In 2020 Chikhura played all home games in Tbilisi and in the worst result in years finished in the drop-zone. Although the club avoided an automatic relegation, they suffered a defeat in both play-off games from in-form Samgurali. Following this season defender Shota Kashia, who had spent eight seasons in Chikhura, including last six years as a captain, parted ways with the club.

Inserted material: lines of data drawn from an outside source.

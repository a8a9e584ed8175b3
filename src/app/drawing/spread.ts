/**
 * Labels on a line, each as near as it can be to where it belongs, no two nearer than `pitch`: the places that move the
 * labels least in the sense of squares (labels that would collide are pooled and pushed apart together).
 *
 * @param wanted places in rising order @param pitch least distance between neighbours
 * @param low @param high the room; when the labels need more than that they start at `low` and run over
 */
export function spread(wanted: readonly number[], pitch: number, low: number, high: number): number[] {
  // Taking off each label's own pitches turns "no nearer than pitch" into "not falling".
  const pools: { sum: number; count: number }[] = [];
  wanted.forEach((place, index) => {
    let pool = { sum: place - index * pitch, count: 1 };
    for (let last = pools.at(-1); last && last.sum / last.count > pool.sum / pool.count; last = pools.at(-1)) {
      pool = { sum: pool.sum + last.sum, count: pool.count + last.count };
      pools.pop();
    }
    pools.push(pool);
  });
  const highest = Math.max(low, high - (wanted.length - 1) * pitch);
  const level = pools.flatMap((pool) => {
    const mean = Math.min(Math.max(pool.sum / pool.count, low), highest);
    return new Array<number>(pool.count).fill(mean);
  });
  return level.map((mean, index) => mean + index * pitch);
}

export interface Seat {
  readonly place: number;
  /** 0 is the row next to the drawing. */
  readonly row: number;
}

/**
 * Labels of one width in up to `rows` rows: the row next to the drawing as long as it has room, else the next one out,
 * whose leaders pass through the gaps of the rows before it.
 */
export function seatLabels(
  wanted: readonly number[],
  width: number,
  gap: number,
  low: number,
  high: number,
  rows = 2,
): Seat[] {
  const full = width + gap;
  const crowded = wanted.some((place, index) => index > 0 && place - (wanted[index - 1] ?? place) < full);
  const places = spread(wanted, crowded ? full / rows : full, low, high);
  const last = new Array<number>(rows).fill(-Infinity);
  return places.map((place) => {
    const free = last.findIndex((before) => place - before >= full - 1e-6);
    const row = free === -1 ? last.indexOf(Math.min(...last)) : free;
    last[row] = place;
    return { place, row };
  });
}

/** Length that `count` labels need in `rows` rows. */
export const roomFor = (count: number, width: number, gap: number, rows = 2): number => (count * (width + gap)) / rows;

Chikhura's woes stretched into the next four years, when they ended up at rock bottom of second, third and fourth leagues.

==Statistics==
===Domestic===

Season: League; Pos.; Pl.; W; D; L; GF; GA; P; Cup; Europe; Notes; Manager
1993–94: Pirveli liga West; 13; 26; 3; 2; 21; 16; 70; 11; Relegated
1995–96: 19; 38; 10; 3; 25; 62; 124; 33; Relegated
2001–02: Regionuli Liga West
2002–03: Promoted
2003–04: Pirveli liga; 6; 30; 15; 5; 10; 41; 29; 50; Round of 32
2004–05: 8; 30; 12; 7; 11; 38; 35; 43; Round of 32
2005–06: 1; 34; 24; 6; 4; 87; 34; 78; Round of 16; Promoted
2006–07: Umaglesi Liga; 12; 26; 5; 6; 15; 13; 46; 21; Quarter-finals; Relegated
2007–08: Pirveli liga East; 5; 27; 12; 7; 8; 40; 37; 43; Round of 32
2008–09: 2; 30; 19; 7; 4; 56; 21; 64; Round of 16; Samson Pruidze
2009–10: Pirveli liga; 6; 28; 14; 7; 7; 41; 28; 49; Quarter-finals
2010–11: 4; 32; 20; 6; 6; 58; 25; 66; Round of 16; promotion play-off, lost
2011–12: 1; 14; 8; 2; 4; 25; 15; 26; Round of 16; Promoted
2012–13: Umaglesi Liga; 4; 32; 17; 6; 9; 49; 38; 57; Runner-up
2013–14: 4; 32; 13; 7; 12; 56; 50; 46; Runner-up; Europa League 2nd QR
2014–15: 5; 30; 13; 7; 10; 39; 36; 46; Semi-finals; Europa League 3rd QR
2015–16: 4; 30; 17; 6; 7; 53; 26; 57; Semi-finals
2016: 2; 14; 9; 3; 2; 29; 15; 30; Semi-finals; Europa League 1st QR
2017: Erovnuli Liga; 5; 36; 17; 4; 15; 47; 54; 55; Winner; Europa League 1st QR
2018: 4; 36; 19; 7; 10; 54; 33; 64; Round of 16; Europa League 2nd QR
2019: 5; 36; 12; 11; 13; 48; 44; 47; Round of 16; Europa League 2nd QR
2020: 9; 18; 3; 4; 11; 18; 40; 13; Semi-finals; Play-off, relegated; Vakhtang Turmanidze
2021: Erovnuli Liga 2; 10; 36; 2; 4; 30; 24; 98; 10; Round of 16; Relegated; Vakhtang Turmanidze, Mirian Mikadze
2022: Liga 3; 16; 30; 0; 1; 29; 19; 119; 1; Second round; Vladimer Zabakhidze
2023: 16; 30; 2; 1; 27; 23; 101; 7; First round; Relegated
2024: Liga 4; 15; 28; 2; 0; 26; 20; 117; 6; First round; Relegated; Mirian Mikadze
2025: Regionuli Liga; 13; 30; 7; 4; 19; 41; 107; 25; Preliminary round

===European competitions===

| Competition | P | W | D | L | GF | GA |
|---|---|---|---|---|---|---|
| UEFA Europa League | 22 | 6 | 9 | 7 | 19 | 26 |

| Season | Competition | Round | Club | Home | Away |
| 2013–14 | UEFA Europa League | 1Q | LIE Vaduz | 0–0 | 1–1 |
| 2Q | SUI Thun | 1–3 | 0–2 |
| 2014–15 | UEFA Europa League | 1Q | Macedonia Horizont Turnovo | 3–1 | 1–0 |
| 2Q | TUR Bursaspor | 0–0 | 0–0 |
| 3Q | AZE Neftchi Baku | 2–3 | 0–0 |
| 2016–17 | UEFA Europa League | 1Q | MDA Zimbru Chișinău | 2–3 | 1–0 |
| 2017–18 | UEFA Europa League | 1Q | AUT Rheindorf Altach | 0–1 | 1–1 |
| 2018–19 | UEFA Europa League | 1Q | ISR Beitar Jerusalem | 0–0 | 2–1 |
| 2Q | SLO Maribor | 0–0 | 0–2 |
| 2019–20 | UEFA Europa League | 1Q | LUX Fola Esch | 2–1 | 2–1 |
| 2Q | SCO Aberdeen | 1–1 | 0–5 |

- Notes

==Honours==
- Erovnuli Liga
  - Runners-up (1): 2016
- Georgian Cup
  - Winners (1): 2017
  - Runners-up (2): 2012–13, 2013–14
- Georgian Super Cup
  - Winners (1): 2013
- Pirveli Liga
  - Winners (2): 2005-06 and 2011-12

==Stadium==
The team's home ground is the 2,000-seat Central stadium, although in recent years they played home games at Ivantsminda stadium, situated in six km from the district center.

==Name==
The club have had different names throughout their history, including "Spartaki", "Kolmeurne", "Peikari".

Chikhura is the name of a river in Sachkhere.